Unfortunately, the show then slips from that high and never seems to return to quite the same level. From then on, Hausswolff once again comes in multiple times to sing a reminder that it’s all a dream, one way the ballet fully discards the guise that it’s about Midsommer at all. The whole company is stripped to only nude-colored undergarments, and any remnant of the festival theming is replaced instead by a sign in the corner that reads “theater dream” in all capital lettering.

The rest of the dances are more standard nonlinear interpretive ballet and continue to peteron until the end of the show, which repeated the same opening with the protagonist waking up in bed and being led behind a curtain. 

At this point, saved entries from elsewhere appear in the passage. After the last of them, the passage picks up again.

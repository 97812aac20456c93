/**
 * The smallest whole number n ≥ start at which `holds(n)` is true, for a condition that stays true once it is.
 *
 * Domain     start and most whole numbers; `most` defaults to 2⁵³ − 1.
 * Edges      Infinity where the condition holds nowhere up to `most`, or an argument is NaN.
 * Method     Gallops in doubling steps and bisects the last one: about 2·log₂(n − start) questions. A condition
 *            that is not monotone must be asked step by step instead.
 */
export function smallestInteger(
  holds: (n: number) => boolean,
  start: number,
  most: number = Number.MAX_SAFE_INTEGER,
): number {
  if (!(start <= most)) return Infinity;
  if (holds(start)) return start;
  let fails = start;
  let passes = start;
  for (let step = 1; ; step *= 2) {
    if (fails >= most) return Infinity;
    passes = Math.min(fails + step, most);
    if (holds(passes)) break;
    fails = passes;
  }
  while (passes - fails > 1) {
    const middle = fails + Math.floor((passes - fails) / 2);
    if (holds(middle)) passes = middle;
    else fails = middle;
  }
  return passes;
}
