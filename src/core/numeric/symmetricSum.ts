/**
 * The sum of `values`, or of `term` of each, as if it had been added in twice the precision and rounded once, such that turning the
 * order round, or all signs, changes no bit but the sign.
 *
 * Edges      no values give 0; a NaN or both infinities give NaN.
 * Method     From both ends at once: the two of a pair are added with the exact error of that addition (Knuth's), which does not know
 *            which came first, and the pairs by Neumaier's summation. In rising order, scores and their mirror image are the same pairs.
 * Accuracy   as compensatedSum; test/core/numeric/symmetricSum.test.ts.
 * Reference  Knuth (1998), The Art of Computer Programming 2, 4.2.2, theorem B; Neumaier (1974), ZAMM 54.
 */
export function symmetricSum(values: ArrayLike<number>, term: (value: number) => number = same): number {
  let sum = 0;
  let lost = 0;
  for (let i = 0, j = values.length - 1; i <= j; i++, j--) {
    const a = term(values[i]);
    const b = i < j ? term(values[j]) : 0;
    const pair = a + b;
    const part = pair - a;
    const next = sum + pair;
    lost += a - (pair - part) + (b - part) + (Math.abs(sum) >= Math.abs(pair) ? sum - next + pair : pair - next + sum);
    sum = next;
  }
  // Infinity − Infinity in `lost` would turn an infinite sum into NaN.
  return Number.isFinite(sum) ? sum + lost : sum;
}

const same = (value: number) => value;
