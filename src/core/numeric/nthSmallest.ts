/**
 * The value that would stand at place `n` (0 for the smallest) if `values` were sorted. Reorders `values`: what stands before place n is
 * then no larger, what stands after it no smaller.
 *
 * Domain     no NaN; 0 ≤ n < values.length.
 * Method     Hoare's FIND with the middle of three as pivot: a few passes, where sorting millions takes seconds.
 * Reference  Hoare (1961), Algorithm 65: FIND, Comm. ACM 4(7).
 */
export function nthSmallest(values: Float64Array, n: number, end = values.length): number {
  let low = 0;
  let high = end - 1;
  while (low < high) {
    const pivot = middleOf(values[low], values[(low + high) >>> 1], values[high]);
    let i = low;
    let j = high;
    while (i <= j) {
      while (values[i] < pivot) i++;
      while (values[j] > pivot) j--;
      if (i <= j) {
        const held = values[i];
        values[i++] = values[j];
        values[j--] = held;
      }
    }
    if (n <= j) high = j;
    else if (n >= i) low = i;
    else break;
  }
  return values[n];
}

function middleOf(a: number, b: number, c: number): number {
  return Math.max(Math.min(a, b), Math.min(Math.max(a, b), c));
}
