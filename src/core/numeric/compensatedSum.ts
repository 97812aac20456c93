/**
 * The sum of `values`, or of `term` of each, as if it had been added in twice the precision and rounded once.
 *
 * Edges      no values give 0; a NaN or both infinities give NaN.
 * Method     Neumaier's variant of Kahan's summation. Kahan's own loses a term that is larger than the running sum.
 * Accuracy   error ≤ 1 ulp of the sum + n²·2⁻¹⁰⁶·Σ|value|; test/core/numeric/compensatedSum.test.ts.
 * Reference  Neumaier (1974), Rundungsfehleranalyse einiger Verfahren zur Summation endlicher Summen, ZAMM 54.
 */
export function compensatedSum(values: ArrayLike<number>, term?: (value: number) => number): number {
  let sum = 0;
  let lost = 0;
  for (let i = 0; i < values.length; i++) {
    const value = term ? term(values[i]) : values[i];
    const next = sum + value;
    lost += Math.abs(sum) >= Math.abs(value) ? sum - next + value : value - next + sum;
    sum = next;
  }
  // Infinity − Infinity in `lost` would turn an infinite sum into NaN.
  return Number.isFinite(sum) ? sum + lost : sum;
}
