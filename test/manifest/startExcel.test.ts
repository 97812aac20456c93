import { describe, expect, test } from "vitest";
import { adviceFor } from "../../scripts/startExcel.mjs";

describe("npm run start:excel", () => {
  test("starts Excel on Windows and macOS", () => {
    expect([adviceFor("win32"), adviceFor("darwin")]).toEqual([undefined, undefined]);
  });

  test("says on Linux that there is no Excel, and what to do instead", () => {
    expect(adviceFor("linux")).toMatch(/no desktop Excel.*npm start.*Excel on the web/s);
  });
});
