/**
 * The power of two that is at most |x| and more than half of it: dividing by it changes no digit, and makes sums of such numbers safe.
 *
 * Edges      0 and what is no finite number give 1.
 * Method     Halving or doubling; Math.log2 may be off by one next to a power.
 */
export function powerOfTwoBelow(x: number): number {
  const size = Math.abs(x);
  if (!(size > 0 && size < Infinity)) return 1;
  let power = 1;
  while (power > size) power /= 2;
  while (power <= size - power) power *= 2;
  return power;
}
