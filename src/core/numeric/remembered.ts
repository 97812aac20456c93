/**
 * A pure function of numbers that keeps its last answers: several cells ask for the same factor, and a factor is dear.
 *
 * Edges      −0 and 0 share an answer. A thrown error is not kept.
 * Method     The oldest answer goes when `most` are kept, so that a long session doesn't grow.
 */
export function remembered<Arguments extends readonly number[], Answer>(
  compute: (...args: Arguments) => Answer,
  most = 256,
): (...args: Arguments) => Answer {
  const answers = new Map<string, Answer>();
  return (...args) => {
    const key = args.join();
    const known = answers.get(key);
    if (known !== undefined) return known;
    const answer = compute(...args);
    if (answers.size >= most) answers.delete(answers.keys().next().value!);
    answers.set(key, answer);
    return answer;
  };
}
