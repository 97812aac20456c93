import { portableExpMinus, portableLog } from "./portableExpLog";
import type { SeededRandom } from "./seededRandom";

const LAYERS = 256;
const TWO_TO_MINUS_52 = 2 ** -52;
/** Where the bottom layer's tail begins, and the area of each layer: they close a stack of 256 layers (recomputed to 40 digits). */
const TAIL = 3.654152885361009;
const AREA = 0.004928673233974655;

/** Layer i lies between heights[i] and heights[i + 1] and reaches out to widths[i]; beyond TAIL the bottom one stands for the tail. */
const widths = new Float64Array(LAYERS + 1);
const heights = new Float64Array(LAYERS + 1);
layOut();

/**
 * A draw from the standard normal.
 *
 * Method     Marsaglia & Tsang's ziggurat of 256 layers: 99 of 100 draws cost one multiplication. Layer, sign and the 53 bits of the
 *            position come from different bits of two words, as Doornik asks: the original used the same bits twice, and it shows.
 *            Inverting the cdf would cost three times as much.
 * Accuracy   the exact law up to the resolution of 53 bits, and the same bits in every engine: nothing but + − × ÷ and square roots
 *            enters. Moments, quantiles and tails: test/core/numeric/normalDeviate.test.ts.
 * Reference  Marsaglia & Tsang (2000), The ziggurat method for generating random variables, J. Stat. Softw. 5(8);
 *            Doornik (2005), An improved ziggurat method to generate normal random samples, University of Oxford.
 */
export function normalDeviate(random: SeededRandom): number {
  const low = random.word();
  const layer = low & 255;
  // The top bit of the place is its sign: choosing the sign by a branch costs as much as all the rest.
  const x = ((random.word() | 0) * 0x200000 + (low >>> 11)) * TWO_TO_MINUS_52 * widths[layer];
  return Math.abs(x) < widths[layer + 1] ? x : outsideTheCore(random, layer, x);
}

/** The rare part: x lies beside the layer above, so it counts only under the curve; else another layer and place are drawn. */
function outsideTheCore(random: SeededRandom, layer: number, x: number): number {
  if (layer === 0) return x < 0 ? -tailDeviate(random) : tailDeviate(random);
  const height = heights[layer] + random.fraction() * (heights[layer + 1] - heights[layer]);
  return height < portableExpMinus((x * x) / 2) ? x : normalDeviate(random);
}

/** A draw from the normal beyond TAIL (Marsaglia 1964): an exponential one, kept as often as the normal falls below it. */
function tailDeviate(random: SeededRandom): number {
  for (;;) {
    const beyond = -portableLog(1 - random.fraction()) / TAIL;
    if (-2 * portableLog(1 - random.fraction()) >= beyond * beyond) return TAIL + beyond;
  }
}

function layOut(): void {
  widths[0] = AREA / portableExpMinus((TAIL * TAIL) / 2);
  widths[1] = TAIL;
  for (let i = 1; i < LAYERS; i++) {
    heights[i] = portableExpMinus((widths[i] * widths[i]) / 2);
    if (i < LAYERS - 1) widths[i + 1] = Math.sqrt(-2 * portableLog(heights[i] + AREA / widths[i]));
  }
  heights[LAYERS] = 1;
}
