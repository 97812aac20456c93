const MASK_64 = (1n << 64n) - 1n;
const TWO_TO_MINUS_53 = 2 ** -53;

/**
 * A stream of random numbers that is the same in every engine for the same seed: whole words of 32 bits, and fractions made of 53.
 *
 * Domain     seed: a whole number from 0 to 2⁵³ − 1. Or the four words of state themselves, not all 0.
 * Method     xoshiro128++: only 32-bit integer steps, so no engine can round differently; period 2¹²⁸ − 1. The state comes from two
 *            outputs of SplitMix64 started at the seed, as the authors advise, so that neighbouring seeds share nothing. Math.random
 *            has no seed, and a 32-bit state repeats itself within the longest search.
 * Accuracy   bit for bit the published sequences; test/core/numeric/seededRandom.test.ts.
 * Reference  Blackman & Vigna (2021), Scrambled linear pseudorandom number generators, ACM Trans. Math. Softw. 47(4), 36;
 *            Steele, Lea & Flood (2014), Fast splittable pseudorandom number generators, OOPSLA.
 */
export class SeededRandom {
  // Numbers in fields of an object would be boxed at every step; a typed array keeps them as bare 32-bit words.
  private readonly state: Int32Array;

  constructor(seed: number | readonly [number, number, number, number]) {
    this.state = Int32Array.from(typeof seed === "number" ? stateFromSeed(seed) : seed);
  }

  /** The next 32 bits, a whole number from 0 to 2³² − 1. */
  word(): number {
    const state = this.state;
    const a = state[0];
    const b = state[1];
    const c = state[2] ^ a;
    const d = state[3] ^ b;
    const sum = a + state[3];
    state[0] = a ^ d;
    state[1] = b ^ c;
    state[2] = c ^ (b << 9);
    state[3] = (d << 11) | (d >>> 21);
    return (((sum << 7) | (sum >>> 25)) + a) >>> 0;
  }

  /** The next number from 0 up to but not 1, a multiple of 2⁻⁵³; takes two words. */
  fraction(): number {
    const high = this.word() >>> 5;
    return (high * 0x4000000 + (this.word() >>> 6)) * TWO_TO_MINUS_53;
  }
}

function stateFromSeed(seed: number): number[] {
  const [first, second] = splitMix64(seed, 2) as [bigint, bigint];
  return [first, first >> 32n, second, second >> 32n].map((bits) => Number(bits & 0xffffffffn));
}

/** The first `count` outputs of SplitMix64 from a seed, each of 64 bits. */
export function splitMix64(seed: number, count: number): bigint[] {
  let state = BigInt(seed);
  return Array.from({ length: count }, () => {
    state = (state + 0x9e3779b97f4a7c15n) & MASK_64;
    let mixed = ((state ^ (state >> 30n)) * 0xbf58476d1ce4e5b9n) & MASK_64;
    mixed = ((mixed ^ (mixed >> 27n)) * 0x94d049bb133111ebn) & MASK_64;
    return mixed ^ (mixed >> 31n);
  });
}
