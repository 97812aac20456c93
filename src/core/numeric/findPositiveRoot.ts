import { UnsettledError } from "../domain";

/** A function and its first two derivatives at a point. */
export interface Taylor {
  value: number;
  slope: number;
  curvature: number;
}

/**
 * The x > 0 at which a monotone function of ln x is 0, its derivatives by ln x known.
 *
 * Domain     start > 0; `at(x)` gives value, slope and curvature by ln x; infinite values only tell the side.
 * Method     Halley's steps in ln x inside the bracket found so far; where a step leaves it, the geometric mean or a
 *            factor. Multiplying x instead of adding to ln x keeps its last digits.
 * Accuracy   the last step is below 1e-7 and Halley's error is its cube: a rounding of `at` and no more.
 * Reference  Halley's method: Traub (1964), Iterative Methods for the Solution of Equations.
 *
 * @throws {UnsettledError} after 200 rounds.
 */
export function findPositiveRoot(start: number, rising: boolean, at: (x: number) => Taylor): number {
  let low = 0;
  let high = Infinity;
  let x = Math.min(Math.max(start, 1e-300), 1e300);
  let stride = 2;
  for (let round = 0; round < 200; round++) {
    const { value, slope, curvature } = at(x);
    if (value === 0) return x;
    if (value < 0 === rising) low = x;
    else high = x;
    const newton = -value / slope;
    const bend = 1 + (0.5 * newton * curvature) / slope;
    const step = newton / (bend > 0.5 && bend < 2 ? bend : bend >= 2 ? 2 : 0.5);
    let next = x * Math.exp(step);
    if (Math.abs(step) < 1e-7) return next;
    if (!(next > low && next < high)) {
      if (low > 0 && high < Infinity) next = Math.sqrt(low) * Math.sqrt(high);
      else next = low > 0 ? low * stride : high / stride;
      stride *= stride;
    }
    if (next === x || !(next > 0 && next < Infinity)) return x;
    x = next;
  }
  throw new UnsettledError("The search for a quantile");
}
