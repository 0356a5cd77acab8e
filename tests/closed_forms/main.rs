//! Small networks whose course is known in closed form, through the real pipeline: text of a
//! network (or of a whole case) -> read -> expand -> rates -> integrate.
//!
//! Every integration also asserts the linear invariants: elements, charge, grains, the ice total.
//! Expected numbers are those of published formulas with constants written out here, not calls of
//! the engine's own rate laws; the tables quoted were evaluated beforehand from the same formulas
//! by other code.

mod cautions;
mod gas;
mod grains;
mod ices;
mod surface;

use frostclock::case::{self, GivenAbundance, StartChoice, StartKind, start_state};
use frostclock::disk::conditions::REFERENCE_DUST_AREA;
use frostclock::disk::{Conditions, FieldKind, Light};
use frostclock::kinetics::{Mechanism, Status, Tolerance, integrate};
use frostclock::network::model::{Chemistry, GrainOptions};
use frostclock::network::{self, names};
use frostclock::rates::{self, Setting, cell_rates};
use frostclock::run::balance::Invariants;
use frostclock::run::record::{Balance, CellStatus};
use frostclock::run::{Prepared, cell};
use std::collections::HashMap;
use std::f64::consts::{LN_2, PI};
use std::io;
use std::path::{Path, PathBuf};

// CODATA 2018, cgs.
const K_B: f64 = 1.380649e-16;
const AMU: f64 = 1.66053906660e-24;
const HBAR: f64 = 1.054571817e-27;
const CHARGE: f64 = 4.80320471e-10;
const YEAR: f64 = 3.15576e7;

/// Sites per area, cm^-2, and per hydrogen nucleus for the reference dust (closed_form_checks.md
/// section 1).
const SITE_DENSITY: f64 = 1.5e15;
const SITES: f64 = 3.5145e-6;

/// Relative tolerance of the integrations, well below every tolerance of a check.
const RELATIVE: f64 = 1e-9;

fn close(value: f64, expected: f64, relative: f64, what: &str) {
    let off = (value / expected - 1.0).abs();
    assert!(
        off < relative,
        "{what}: {value:e} instead of {expected:e}, off by {off:.1e}"
    );
}

/// What has to hold at every snapshot of every integration.
fn assert_balanced(balance: &Balance, t_gas: f64, what: &str) {
    let elements = if t_gas < 100.0 { 1e-9 } else { 1e-6 };
    assert!(balance.elements <= elements, "{what}: {balance:?}");
    assert!(balance.charge <= 1e-4, "{what}: {balance:?}");
    assert!(balance.dust <= 1e-9, "{what}: {balance:?}");
    assert!(balance.ice <= 1e-6, "{what}: {balance:?}");
}

/// A network with what all cells of a test share.
struct Setup {
    chemistry: Chemistry,
    mechanism: Mechanism,
    invariants: Invariants,
}

impl Setup {
    /// Reads and expands `text`, which lacks only the head that all networks here share.
    fn new(text: &str, grains: &GrainOptions) -> Setup {
        let text = network_file(text);
        let network = network::read(Path::new("closed.yaml"), &text)
            .unwrap_or_else(|errors| panic!("{errors:?}\n{text}"));
        let chemistry = network::expand(&network, grains).expect("the network expands");
        Setup {
            mechanism: rates::mechanism(&chemistry).expect("the mechanism is sound"),
            invariants: Invariants::new(&chemistry),
            chemistry,
        }
    }

    /// Abundances of `names` at `times` (s), from the abundances `start`.
    fn run<const N: usize>(
        &self,
        place: &Conditions,
        start: &[(&str, f64)],
        times: &[f64],
        names: [&str; N],
    ) -> Vec<[f64; N]> {
        let given = start.iter().map(|(species, value)| GivenAbundance {
            species: species.to_string(),
            value: *value,
            line: None,
        });
        let choice = StartChoice {
            file: PathBuf::from("closed.yaml"),
            line: None,
            kind: StartKind::Abundances(given.collect()),
        };
        let start = start_state(&choice, &[], &self.chemistry, place.dust_abundance())
            .expect("the start is sound");
        let setting = Setting {
            turbulence: 2e4,
            colliders: None,
        };
        let rates = cell_rates(&self.chemistry, &sky(place), place, &setting);
        let tolerance = Tolerance {
            relative: RELATIVE,
            smallest: 1e-28,
        };
        let outcome = integrate(
            &self.mechanism,
            &rates.coefficients,
            &start,
            times,
            &tolerance,
        );
        assert_eq!(outcome.status, Status::Finished);
        let place_of = names.map(|name| self.chemistry.find(name).expect(name));
        let snapshots = outcome.snapshots.iter().zip(times);
        let columns = snapshots.map(|(state, time)| {
            let balance = self.invariants.drift(&start, state);
            assert_balanced(&balance, place.t_gas, &format!("at {time:e} s"));
            place_of.map(|id| state[id])
        });
        columns.collect()
    }
}

/// Puts the head that all networks here share before `text`.
fn network_file(text: &str) -> String {
    format!("network: closed\nlayout: 1\nsources: {{s: \"closed forms\"}}\n{text}")
}

/// One field of the Draine spectrum for as many fields as `place` has.
fn sky(place: &Conditions) -> Vec<FieldKind> {
    let kind = FieldKind {
        name: "sky".into(),
        spectrum: "draine".into(),
        attenuated: false,
    };
    place.light.iter().map(|_| kind.clone()).collect()
}

/// A dark place without any ionisation, with the reference dust.
fn dark(n_h: f64, t: f64) -> Conditions {
    Conditions {
        radius: 1.0,
        height: 0.0,
        n_h,
        t_gas: t,
        t_dust: t,
        light: Vec::new(),
        zeta_cosmic: 0.0,
        zeta_xray: 0.0,
        zeta_nuclides: 0.0,
        dust_area: REFERENCE_DUST_AREA,
        grain_radius: 1e-5,
    }
}

/// A case that integrates `times` (s) from `start` in the cells of `table`.
fn case(
    network: &str,
    disk: &str,
    start: &str,
    times: &[f64],
    rest: &str,
    table: &str,
) -> Prepared {
    let times: Vec<String> = times.iter().map(|t| format!("{t:e} s")).collect();
    let text = format!(
        "title: closed forms\nnetwork: closed.yaml\ndisk: {{table: cells.csv, {disk}}}\n\
         start: {{abundances: {{{start}}}}}\nclock: {{at: [{}]}}\n\
         accuracy: {{relative: {RELATIVE:e}, smallest: 1.0e-28}}\n{rest}",
        times.join(", ")
    );
    let files: HashMap<PathBuf, String> = [
        ("dir/closed.yaml".into(), network_file(network)),
        ("dir/cells.csv".into(), table.to_string()),
    ]
    .into();
    let read = |path: &Path| {
        files
            .get(path)
            .cloned()
            .ok_or_else(|| io::Error::from(io::ErrorKind::NotFound))
    };
    let case = case::read(Path::new("dir/case.yaml"), &text, &read)
        .unwrap_or_else(|failure| panic!("{failure}\n{text}"));
    Prepared::new(&case).unwrap_or_else(|failure| panic!("{failure}"))
}

/// The history of `species` in one cell of a case, without the start.
fn history(run: &Prepared, cell: usize, species: &str) -> Vec<f64> {
    let record = cell::compute(run, cell);
    assert_eq!(
        record.status,
        CellStatus::Done,
        "cell {cell}: {}",
        record.reason
    );
    for (balance, time) in record.balance.iter().zip(&run.times) {
        let what = format!("cell {cell} at {time:e} s");
        assert_balanced(balance, run.disk.cells[cell].t_gas, &what);
    }
    let id = run.chemistry.find(species).expect(species);
    record
        .abundances
        .chunks(run.chemistry.species.len())
        .skip(1)
        .map(|state| state[id])
        .collect()
}

/// Mean thermal speed, cm s^-1.
fn mean_speed(mass: f64, t: f64) -> f64 {
    (8.0 * K_B * t / (PI * mass * AMU)).sqrt()
}
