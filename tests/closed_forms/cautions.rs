//! The counts of uses outside what a law is known for: a user who is not warned believes them.

use super::*;
use frostclock::rates::CAUTIONS;

const DOUBTFUL: &str = "
spectra: {lamp: a lamp}
species: [{name: H}, {name: H2}, {name: CO}, {name: C}, {name: O}, {name: OH}]
shielding:
  - {name: CO, law: table, column: CO, log_column: [0, 15], log_h2: [0, 21], factor: [[1.0, 0.2], [0.3, 0.08]], source: s}
gas:
  - {change: H + OH -> O + H2, at_300K: 1.0e-12, valid: [300, 800], below: extend, standing: recalled, source: s}
  - {change: O + H2 -> OH + H, at_300K: 1.0e-12, valid: [200, 800], below: zero, standing: recalled, source: s}
  - {change: C + O -> CO, at_300K: 1.0e-17, valid: [10, 50], below: extend, standing: recalled, source: s}
  - {change: C + OH -> CO + H, at_300K: 1.0e-12, valid: [10, 300], below: extend, standing: recalled, source: s}
light:
  - {change: CO -> C + O, rate: 2.6e-10, extinction: 3.9, shield: CO, standing: recalled, source: s}
  - {change: OH -> O + H, rate: 3.8e-10, extinction: 2.7, spectra: {lamp: 1.0e-10}, standing: recalled, source: s}
cosmic:
  - {change: OH -> O + H, secondary: 509.0, standing: recalled, source: s}
ices:
  - {species: CO, energy: 1300.0, prefactor: 1.0e12, photodesorption: [{products: CO, yield: 1.0e-3, source: s}], standing: recalled, source: s}
";

/// Fails if a caution is left out, counted under another's name, or given without reason: at 100 K
/// two laws are below and one above their range, one photo rate lacks the lamp, one column of CO
/// lies beyond the table, and grown sparse dust is none the other laws were made for.
#[test]
fn every_use_outside_a_range_is_counted_under_its_name() {
    let setup = Setup::new(DOUBTFUL, &GrainOptions::default());
    let light = |column: f64| Light {
        strength: 1.0,
        extinction: 1.0,
        columns: vec![1e20, column],
        shields: vec![None, None],
    };
    let setting = Setting {
        turbulence: 2e4,
        colliders: None,
    };
    let counts = |place: &Conditions, spectrum: &str| {
        let mut fields = sky(place);
        for field in &mut fields {
            field.spectrum = spectrum.into();
        }
        cell_rates(&setup.chemistry, &fields, place, &setting).cautions
    };
    let plain = Conditions {
        light: vec![light(1e14)],
        ..dark(1e6, 40.0)
    };
    let doubtful = Conditions {
        light: vec![light(1e17)],
        dust_area: 0.05 * REFERENCE_DUST_AREA,
        grain_radius: 1e-4,
        ..dark(1e6, 100.0)
    };
    // At 40 K the two laws above still lie below their ranges; nothing else is doubtful.
    assert_eq!(counts(&plain, "draine"), [2, 0, 0, 0, 0, 0], "{CAUTIONS:?}");
    assert_eq!(
        counts(&doubtful, "lamp"),
        [2, 1, 1, 1, 1, 1],
        "{CAUTIONS:?}"
    );
}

Every aspect of the ballet is well executed, but it doesn’t build one cohesive experience. The singer’s voice has a beautiful siren-like quality to it, but she sings the same song four or five times to remind the audience that this is a dream. The dancing is perfectly choreographed and incredibly captivating. (especially in the festival section of the first act and the opening scene of the second act) but it doesn’t tie together to form any kind of story or deeper meaning beyond the theme of a dream. 

Not to mention the complete bait-and-switch when one thinks about the title versus the performance itself. It may be that I’m harping on it too much, but why name your interpretive, loosely linear ballet after one of Shakespeare’s most famous plays when literally any other name was available to you? I feel that I wouldn’t have been so critical of the performance had I gone in with the proper expectations and yet in lieu of seeing a ballet adaption of the play, I got, well, that

The entire ballet seems to be comprised of almosts. It’s almost a story, except it completely discards any form of plot from the actual play once it passes the dinner table scene. It’s almost a classic ballet, except for random moments of dialogue which were more jarring than anything. It’s almost        Midsommer themed, except for the second act which barring the first sequence completely abandons any theme at all. 

All in all, the show was almost great.